"""Sum, maximum and minimum over each sample's hold window (compiled with numba).

Sample ``i`` of a block has the window of the ``h + 1`` values ending at it, less those
before its anchor (the sample at which the window last started again). Each window is
reduced on its own, in index order, so the results do not depend on how the stream is cut
into blocks. The settling monitor calls this for every block; at 50 kHz with a 20 ms hold
the windows hold 1001 values, where NumPy's masked reductions cost about 10 µs a sample.
"""

from __future__ import annotations

import numba
import numpy as np

__all__ = ["window_stats"]


@numba.njit(cache=True, nogil=True)
def window_stats(
    ext_f: np.ndarray,  # (h + n,) the last h values of the previous block, then this one
    ext_pos: np.ndarray,  # (h + n,) their stream positions
    anchor: np.ndarray,  # (n,) first stream position each sample's window may use
    h: int,  # window length less one
    total: np.ndarray,  # (n,) out: sum over the window
    high: np.ndarray,  # (n,) out: maximum (−inf when empty)
    low: np.ndarray,  # (n,) out: minimum (+inf when empty)
) -> None:
    n = anchor.shape[0]
    for i in range(n):
        s = 0.0
        hi = -np.inf
        lo = np.inf
        a = anchor[i]
        for j in range(i, i + h + 1):
            if ext_pos[j] >= a:
                v = ext_f[j]
                s += v
                if v > hi:
                    hi = v
                if v < lo:
                    lo = v
        total[i] = s
        high[i] = hi
        low[i] = lo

▶ _EXERCISE_
Using the material above, return every line that holds the string "anchor".

▶ _EXPECTED ANSWER_
before its anchor (the sample at which the window last started again). Each window is
    anchor: np.ndarray,  # (n,) first stream position each sample's window may use
    n = anchor.shape[0]
        a = anchor[i]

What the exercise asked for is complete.